Hybrid Topology - The best of all worlds
Hybrid architectures are, as their name implies, a combination of peer-to-peer, selective forwarding, and multipoint control (mixing). In a hybrid environment, participants can join a session based on whatever makes the most sense for the session or the devices in use. For simple two-party doctor/patient calls, a P2P connection is simple and requires minimal server resources. For small group sessions or session involving more advanced functionality like telephony using SIP or recording, forwarding will better meet your needs. For larger group sessions or for poor network connections, a multipoint control unit is often the only practical option. Our LiveSwitch server stack is a great example of a hybrid topology and is one of the few hybrid media servers on the market today.
For another perspective into the intricacies of scaling check out this post by our CTO Anton Venema: How to Successfully Scale your WebRTC Application.
Best Practice #1: Avoid video conferencing solutions that rely solely on peer-to-peer networking, as they are inherently limited.
If you want to have a video conferencing solution with the ability to scale beyond 2-3 individuals, you need to have a solution that does not solely rely on peer-to-peer networks. As conferences grow, connection topologies can and should change.
There are a number of different types of possible conferences that lend themselves to different topologies:
It is important that your solution support all three connection types to provide you with flexible application options that will grow with your organization.
Best Practice #2: Ask potential solution providers whether they support a hybrid architecture and whether they can support multiple connection types at the same time.
Before making a purchase, you need to have a good understanding of what connection types your system will support and understand any limitations that it may have.

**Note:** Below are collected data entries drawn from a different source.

// TestParseAgainstSP811 checks conversion factors against NIST Special
// Publication 811, 2008 edition (A. Thompson and B. N. Taylor, Guide for the
// Use of the International System of Units (SI)), Appendix B.8 "Factors for
// units listed alphabetically" and B.9 "Factors for units listed by kind of
// quantity or field of science". SP 811 prints seven significant digits, or
// marks a factor exact.
func TestParseAgainstSP811(t *testing.T) {
	tests := []struct {
		in   string
		kind Kind
		want float64
		rel  float64
	}{
		// Length.
		{"1 in", Length, 2.54e-02, exact},      // SP 811 B.8: inch, 2.54 E-02 (exact)
		{"1 inch", Length, 2.54e-02, exact},    // SP 811 B.8: inch, 2.54 E-02 (exact)
		{"1 ft", Length, 3.048e-01, exact},     // SP 811 B.8: foot, 3.048 E-01 (exact)
		{"1 mil", Length, 2.54e-05, exact},     // SP 811 B.8: mil (0.001 in), 2.54 E-05 (exact); from memory
		{"1 thou", Length, 2.54e-05, exact},    // as mil; from memory
		{"1 in2", Area, 6.4516e-04, exact},     // SP 811 B.8: square inch, 6.4516 E-04 (exact)
		{"1 ft2", Area, 9.290304e-02, exact},   // SP 811 B.8: square foot, 9.290 304 E-02 (exact)
		{"1 ft3", Volume, 2.831685e-02, sp811}, // SP 811 B.8: cubic foot, 2.831 685 E-02
		{"1 L", Volume, 1.0e-03, exact},        // SP 811 B.8: liter, 1.0 E-03 (exact); Table 6
		{"1 l", Volume, 1.0e-03, exact},        // SP 811 Table 6: l or L
		// Mass.
		{"1 lb", Mass, 4.5359237e-01, exact},  // SP 811 B.8: pound (avoirdupois), 4.535 923 7 E-01 (exact)
		{"1 lbm", Mass, 4.5359237e-01, exact}, // as lb
		// Energy and power.
		{"1 BTU", Energy, 1.055056e+03, sp811},       // SP 811 B.8: British thermal unit_IT, 1.055 056 E+03
		{"1 Btu", Energy, 1.055056e+03, sp811},       // as BTU
		{"1 cal", Energy, 4.1868, exact},             // SP 811 B.8: calorie_IT, 4.1868 (exact)
		{"1 kcal", Energy, 4.1868e+03, exact},        // SP 811 B.8: kilocalorie_IT, 4.1868 E+03 (exact)
		{"1 Wh", Energy, 3.6e+03, exact},             // SP 811 B.8: watt hour, 3.6 E+03 (exact)
		{"1 kWh", Energy, 3.6e+06, exact},            // SP 811 B.8: kilowatt hour, 3.6 E+06 (exact)
		{"1 BTU/h", Power, 2.930711e-01, sp811},      // SP 811 B.8: British thermal unit_IT per hour, 2.930 711 E-01
		{"1 hp", Power, 7.456999e+02, sp811},         // SP 811 B.8: horsepower (550 ft·lbf/s), 7.456 999 E+02
		{"1 BTU/(h ft2)", HeatFlux, 3.154591, sp811}, // SP 811 B.8: Btu_IT per hour square foot, 3.154 591
		// Heat transfer.
		{"1 BTU/(h ft F)", Conductivity, 1.730735, sp811},             // SP 811 B.8: Btu_IT per hour foot degree Fahrenheit, 1.730 735
		{"1 BTU/h/ft/degF", Conductivity, 1.730735, sp811},            // as above, written with "/"
		{"1 BTU/(h ft2 F)", HeatTransferCoefficient, 5.678263, sp811}, // SP 811 B.8: Btu_IT per hour square foot degree Fahrenheit, 5.678 263
		{"1 BTU/(lb degF)", SpecificHeat, 4.1868e+03, exact},          // SP 811 B.8: Btu_IT per pound degree Fahrenheit, 4.1868 E+03 (exact)
		// Pressure.
		{"1 psi", Pressure, 6.894757e+03, sp811},  // SP 811 B.8: pound-force per square inch, 6.894 757 E+03
		{"1 atm", Pressure, 1.01325e+05, exact},   // SP 811 B.8: atmosphere, standard, 1.013 25 E+05 (exact)
		{"1 bar", Pressure, 1.0e+05, exact},       // SP 811 B.8: bar, 1.0 E+05 (exact)
		{"1 mbar", Pressure, 1.0e+02, exact},      // SP 811 B.8: millibar, 1.0 E+02 (exact); from memory
		{"1 torr", Pressure, 1.333224e+02, sp811}, // SP 811 B.8: torr (Torr), 1.333 224 E+02
		{"1 Torr", Pressure, 1.333224e+02, sp811}, // as torr
		{"1 mmHg", Pressure, 1.333224e+02, sp811}, // SP 811 B.8: millimeter of mercury, conventional, 1.333 224 E+02; from memory
		{"1 inHg", Pressure, 3.386389e+03, sp811}, // SP 811 B.8: inch of mercury, conventional, 3.386 389 E+03
		// SP 811 B.8 also lists inch of mercury (32 °F), 3.386 38 E+03, shown to six
		// digits; the conventional unit agrees with it to 3e-6.
		{"1 inHg", Pressure, 3.38638e+03, 5e-6},
		{"1 inH2O", Pressure, 2.490889e+02, sp811}, // SP 811 B.8: inch of water, conventional, 2.490 889 E+02
		// SP 811 B.8: inch of water (39.2 °F), 2.490 82 E+02, from memory. The
		// conventional unit takes water at 1000 kg/m3 rather than 999.972 kg/m3
		// at 4 °C, a difference of 2.8e-5.
		{"1 inH2O", Pressure, 2.49082e+02, 5e-5},
		{"1 mmH2O", Pressure, 9.80665, exact}, // SP 811 B.8: millimeter of water, conventional, 9.806 65 (exact)
		// Flow and motion.
		{"1 CFM", VolumeFlow, 4.719474e-04, sp811},     // SP 811 B.8: cubic foot per minute, 4.719 474 E-04
		{"1 cfm", VolumeFlow, 4.719474e-04, sp811},     // as CFM
		{"1 ft3/min", VolumeFlow, 4.719474e-04, sp811}, // as CFM
		{"1 lb/ft3", Density, 1.601846e+01, sp811},     // SP 811 B.8: pound per cubic foot, 1.601 846 E+01
		{"1 ft/min", Velocity, 5.08e-03, exact},        // SP 811 B.8: foot per minute, 5.08 E-03 (exact)
		{"1 ft/s2", Acceleration, 3.048e-01, exact},    // SP 811 B.8: foot per second squared, 3.048 E-01 (exact); from memory
		// Airflow as fan, filter and vent data give it.
		{"1 m3/h", VolumeFlow, 1.0 / 3600, exact},    // definition of the hour
		{"1 L/s", VolumeFlow, 1.0e-03, exact},        // SP 811 B.8: liter per second, 1.0 E-03 (exact)
		{"1 L/min", VolumeFlow, 1.666667e-05, sp811}, // SP 811 B.8: liter per minute, 1.666 667 E-05; from memory
		{"100 LFM", Velocity, 0.508, exact},          // SP 811 B.8: foot per minute, 5.08 E-03 (exact)
		{"1 FPM", Velocity, 5.08e-03, exact},         // as ft/min
		// inH2O is the conventional inch of water (1000 kg/m3, standard
		// gravity), within 2.8e-5 of SP 811's inch of water at 39.2 °F
		// (4 °C) and 1.0e-3 above its inch of water at 60 °F, 2.4884 E+02
		// (from memory): fan and filter data in inH2O are read at 4 °C.
		{"1 inH2O", Pressure, 2.4884e+02, 1.1e-3},
		{"0.1 inH2O", Pressure, 24.90889, sp811}, // SP 811 B.8: inch of water, conventional, 2.490 889 E+02
		{"3000 rpm", RotationalSpeed, 50, exact},
		// A flow resistance from SP 811 B.8 factors: inch of water,
		// conventional, 2.490 889 E+02 Pa over (cubic foot per minute,
		// 4.719 474 E-04 m3/s) squared.
		{"1 inH2O/CFM^2", FlowResistance, 2.490889e+02 / (4.719474e-04 * 4.719474e-04), 3 * sp811},
		{"2e5 Pa/(m3/s)^2", FlowResistance, 2e5, exact}, // SP 811 B.8: revolution per minute, 1.666 667 E-02 (1/60, exact)
	}
	for _, tt := range tests {
		checkParse(t, tt.in, tt.kind, tt.want, tt.rel)
	}
}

For example, a peer-to-peer network may technically be able to support 4 users in a video consult under the right conditions, but it would have major ramifications for bandwidth, CPU usage and video quality on each connected participant.
Be sure to ask all potential providers if they support all three of the connection types and if they can support all of them simultaneously in a single conference. This will allow for the greatest flexibility and will allow you to cost optimize the connection types based on the number of users.
To illustrate this need, consider the above illustration. In conversation A, we have a nurse and a patient in a P2P conversation. When the doctor is brought into the consult (conversation B), we shift some of the stress to the SFU in order to maintain maximize bandwidth and reduce the CPU burden. If a fourth person wants to join the consult (conversation C) but is in a poor network (e.g. 3G), an MCU connection can be opened up for that individual while maintaining an SFU connection for the rest of the participants. At any point, any individual in the consult can move in and out of a poor network areas and the system will dynamically change the connection type without any disruption to the users --providing the best possible user experience for your patients.